Lake’s account largely contrasted with the state’s next witness, Nate Shumaker, whose truck was used to dispose of Collins’ body up Patrick Creek outside of Kalispell.

Shumaker, who said he considers Nixon a brother, told the court that he received a call from Nixon on April 12 requesting him to drive into town from Marion and that Nixon had $100 in gas money for him.

When he got to the apartment, Shumaker said he learned that the upstairs neighbor was dead, and Nixon needed his truck because he had killed him.

Nixon then allegedly told Shumaker that he and Lake were supposed to go into Collins’ apartment to steal the marijuana, but Collins walked in unexpectedly.

According to Shumaker, Collins started yelling and freaking out and Nixon said he grabbed the closest thing to him – a hammer – and hit Collins. Shumaker said he told Nixon he did not want to be involved.

“He said, ‘I don’t need you, I need your truck,’” Shumaker told prosecutors.

However, Shumaker told defense attorney Nicolas Aemisegger that Lake also took credit for the murder.

Prosecutors also presented text messages obtained from Nixon, Lake, Robinson and Cody Naldrett, who helped move and hide the body. The texts document the time between the murder and the subsequent arrests five days later.

In one, Lake asks Naldrett’s girlfriend to send him over. Naldrett, who testified in court on July 12, said Lake took him upstairs to Collins’ apartment and told him to keep cool when he went inside. There, Naldrett said he saw Collins’ body on the floor with a white, bloody towel wrapped around his head.

Then he, Nixon and Lake moved the body onto blankets and bound it with cords. They carried it into a back room, and Nixon went to get the truck, Naldrett said, while he and Lake lifted the body and pushed it out the window.

Before they pushed the body, Naldrett said he tied one of the cords to a nearby weight-lifting set because he wanted to make some noise. When they pushed the body, the weight set hit the wall loudly, and Lake “threw a fit.”

Naldrett said he was scared for his own life because he had seen what Lake was capable of. The three men loaded Collins’ body into the back of the truck and smoked weed all the way to the Patrick Creek dumpsite, Naldrett said.

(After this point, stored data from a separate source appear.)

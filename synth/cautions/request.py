"""Warnings about the request itself, and about another transistor in the place of the one fitted."""

from __future__ import annotations

from collections.abc import Iterator

from synth.catalogue import transistors
from synth.cautions.form import CautionRule
from synth.quantities import format_quantity
from synth.stage import Stage
from synth.stage_resolve.gain import FAR_CURRENT, OPEN_GAIN

FIXED_VBE_SPAN = 10.0
"""Width of the ambient range over which a constant VBE is warned of [K]: 2 mV/K make 20 mV of it."""
SWITCH_ROOM = 2.0
"""VCE target over VCE(sat) below which a request reads like a switch [-]."""


def _gain_maximum_assumed(stage: Stage) -> Iterator[str]:
    for note in stage.assumed:
        if note.key in ("transistor.hfe", "transistor.hfe_rows") and "times the minimum" in note.why:
            what = note.value if note.key == "transistor.hfe" else "the greatest hFE of some rows"
            yield (
                f"No greatest hFE is known, so {what} is assumed; high gain breaks a stage as low gain does: give the "
                "maximum of the data sheet, or choose a gain bin."
            )


def _vbe_fixed(stage: Stage) -> Iterator[str]:
    span = stage.temperature.high - stage.temperature.low
    if stage.transistor.vbe_model == "fixed" and span > FIXED_VBE_SPAN:
        yield (
            f"VBE is held constant over {span:.0f} K of ambient, though a junction falls by about 2 mV/K, "
            f"{format_quantity(2e-3 * span, 'voltage')} here: transistor.vbe_model junction counts it."
        )


def _switch_like(stage: Stage) -> Iterator[str]:
    vce = stage.vce
    if vce is not None and vce.nominal is not None and vce.nominal < SWITCH_ROOM * stage.transistor.vce_sat:
        yield (
            f"A VCE of {format_quantity(vce.nominal, 'voltage')} is less than twice VCE(sat) = "
            f"{format_quantity(stage.transistor.vce_sat, 'voltage')}: if a switch is meant, a forced gain of about ten sets "
            "its base "
            "current, not a Q-point; if an amplifier is meant, give VCE room to swing."
        )


def pinout(before: str, after: str) -> str | None:
    """Warning about the pins of another transistor in the place of the one fitted.

    Parameters
    ----------
    before, after : str
        Registered types; "" where one is known by its figures only.

    Returns
    -------
    str or None
        The warning; None where both are the same type. No unit.
    """
    if before and before.casefold() == after.casefold():
        return None
    rows = {name.casefold(): row for name, row in transistors().items()}
    known = [rows[name.casefold()].package if name.casefold() in rows else None for name in (before, after)]
    if known[0] and known[1] and known[0] != known[1]:
        how = f"{before} comes in {known[0]} and {after} in {known[1]}"
    else:
        how = "types of one outline differ in the order of emitter, base and collector, some even between makers"
    return (
        f"Check the pins before fitting {after or 'another type'}: {how}; turned round, a transistor breaks down early and "
        "hardly amplifies."
    )


RULES = (
    CautionRule(
        name="gain_test_current", told="reading",
        threshold=f"every printed hFE is at a current {FAR_CURRENT:g} times away from the target IC or more",
        reason="hFE falls off at low and at high currents; a figure far away says little.",
    ),
    CautionRule(
        name="gain_beyond_rows", told="reading",
        threshold="the target IC is less than the first or more than the last row of hFE",
        reason="Beyond its rows the gain is held, though it falls off at both ends.",
    ),
    CautionRule(
        name="vce_sat_test_current", told="reading",
        threshold="the window of IC, or the target, goes beyond the current at which VCE(sat) is known",
        reason="VCE(sat) rises with IC.",
    ),
    CautionRule(
        name="hot_leakage", told="reading",
        threshold="the leakage given at 25 °C is above the hot limit of the type",
        reason="The exponential through both would fall with temperature; leakage is taken to double per 10 K.",
    ),
    CautionRule(
        name="measured_outside", told="reading",
        threshold="a measured figure of the transistor lies outside the spread of its type or of the stage",
        reason="Another part may be fitted, or the measurement is off; the measured figure counts.",
    ),
    CautionRule(
        name="unused_rail", told="reading", threshold="a rail is given that no network of the request uses",
        reason="It changes nothing, which may not be what was meant.",
    ),
    CautionRule(
        name="unused_reference", told="reading", threshold="a reference element is given that no network of the request uses",
        reason="It changes nothing, which may not be what was meant.",
    ),
    CautionRule(
        name="limit_not_applicable", told="reading", threshold="a limit is given that means nothing for the networks",
        reason="It was not judged.",
    ),
    CautionRule(
        name="gain_maximum_assumed", told="request", of_request=_gain_maximum_assumed,
        threshold=f"no greatest hFE is stated; {OPEN_GAIN:g} times the least is assumed",
        reason="IC rises with hFE: the greatest gain decides half of the worst case.",
    ),
    CautionRule(
        name="vbe_fixed", told="request", of_request=_vbe_fixed,
        threshold=f"VBE fixed over an ambient range wider than {FIXED_VBE_SPAN:g} K",
        reason="VBE falls by about 2 mV/K at constant current.",
    ),
    CautionRule(
        name="switch_like", told="request", of_request=_switch_like,
        threshold=f"VCE target below {SWITCH_ROOM:g} times VCE(sat)",
        reason="Near saturation the load line sets IC, and a switch is sized by its forced gain.",
    ),
    CautionRule(
        name="pinout", told="substitution", threshold="another type takes the place of the one fitted",
        reason="Outline and order of pins differ between types; an emitter junction breaks down at 5 V to 7 V.",
    ),
)  # fmt: skip
"""In the order in which they are told."""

On the way back, Naldrett said they smoked more marijuana, and once they got to the apartment complex, “they went their way and I went mine.”

Naldrett said that Lake brought him two marijuana plants the next day.

Robinson also testified on Tuesday, saying that she downplayed Lake’s role in the murder in most of her conversations with investigators because she was trying to protect her family. She and Lake have a daughter together.

She said she started telling investigators more about Lake’s involvement when she learned he was carrying on a relationship with another woman. She is currently serving eight years in prison for admitting her role in covering up the crime.

“You’ve never allowed the entire truth to be told, even now as we’re sitting here today,” Aemisegger said.

“I’ve told you everything I know,” Robinson responded.

Nixon faces charges of deliberate homicide, robbery, tampering with physical evidence and burglary. His trial is scheduled to run through Friday.